## Brief
The entries below must be returned exactly as they stand.
━━━━━━━━
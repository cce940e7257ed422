#!/usr/bin/env python3
"""Times measure against filter on the same folder, in turn.

usage: measure_speed.py [--files N] [--seconds S] [--rounds R] [--tool PATH]

N recordings of S seconds (default 16 of 60). The folder is filtered, and then the pairs
of it and its outputs are measured, R alternating rounds (default 5) for 1 and 2 jobs;
the ratio is that of the best times, measure over filter: other work on the machine can
only make a round slower. measure reads both sides twice and writes only its report.
Build first: cargo build --release
"""
import subprocess
import tempfile
import time
from pathlib import Path

import timing

JOBS = (1, 2)


def run_measure(source, target, jobs, tool):
    command = [tool, "measure", timing.SPEC, source, target, "--jobs", str(jobs), "--quiet", "--replace"]
    started = time.perf_counter()
    # Status 1: a band of the spec may be missed, which takes no less time.
    status = subprocess.run(command, cwd=target.parent).returncode
    if status not in (0, 1):
        raise SystemExit(f"measure ended with status {status}")
    return time.perf_counter() - started


def main():
    options = timing.options(__doc__, files=16, seconds=60, rounds=5)
    with tempfile.TemporaryDirectory() as folder:
        folder = Path(folder)
        timing.make_recordings(folder / "in", options.files, options.seconds)
        samples = options.files * options.seconds * 48000
        print(f"{options.files} recordings of {options.seconds:g} s, best of {options.rounds} alternating rounds")
        print("jobs  filter s  measure s  ratio  measure ns a sample")
        for jobs in JOBS:
            filtering, measuring = [], []
            for _ in range(options.rounds):
                filtering.append(timing.run_tool(folder / "in", folder / "out", jobs, options.tool)[0])
                measuring.append(run_measure(folder / "in", folder / "out", jobs, options.tool))
            a, b = min(filtering), min(measuring)
            print(f"{jobs:4} {a:9.2f} {b:10.2f} {b / a:6.2f} {b * 1e9 / samples:8.1f}", flush=True)


if __name__ == "__main__":
    main()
━━━━━━━━
## Response to this task
repository cce940e7257ed422
#!/usr/bin/env python3
"""Times measure against filter on the same folder, in turn.

usage: measure_speed.py [--files N] [--seconds S] [--rounds R] [--tool PATH]

N recordings of S seconds (default 16 of 60). The folder is filtered, and then the pairs
of it and its outputs are measured, R alternating rounds (default 5) for 1 and 2 jobs;
the ratio is that of the best times, measure over filter: other work on the machine can
only make a round slower. measure reads both sides twice and writes only its report.
Build first: cargo build --release
"""
import subprocess
import tempfile
import time
from pathlib import Path

import timing

JOBS = (1, 2)


def run_measure(source, target, jobs, tool):
    command = [tool, "measure", timing.SPEC, source, target, "--jobs", str(jobs), "--quiet", "--replace"]
    started = time.perf_counter()
    # Status 1: a band of the spec may be missed, which takes no less time.
    status = subprocess.run(command, cwd=target.parent).returncode
    if status not in (0, 1):
        raise SystemExit(f"measure ended with status {status}")
    return time.perf_counter() - started


def main():
    options = timing.options(__doc__, files=16, seconds=60, rounds=5)
    with tempfile.TemporaryDirectory() as folder:
        folder = Path(folder)
        timing.make_recordings(folder / "in", options.files, options.seconds)
        samples = options.files * options.seconds * 48000
        print(f"{options.files} recordings of {options.seconds:g} s, best of {options.rounds} alternating rounds")
        print("jobs  filter s  measure s  ratio  measure ns a sample")
        for jobs in JOBS:
            filtering, measuring = [], []
            for _ in range(options.rounds):
                filtering.append(timing.run_tool(folder / "in", folder / "out", jobs, options.tool)[0])
                measuring.append(run_measure(folder / "in", folder / "out", jobs, options.tool))
            a, b = min(filtering), min(measuring)
            print(f"{jobs:4} {a:9.2f} {b:10.2f} {b / a:6.2f} {b * 1e9 / samples:8.1f}", flush=True)


if __name__ == "__main__":
    main()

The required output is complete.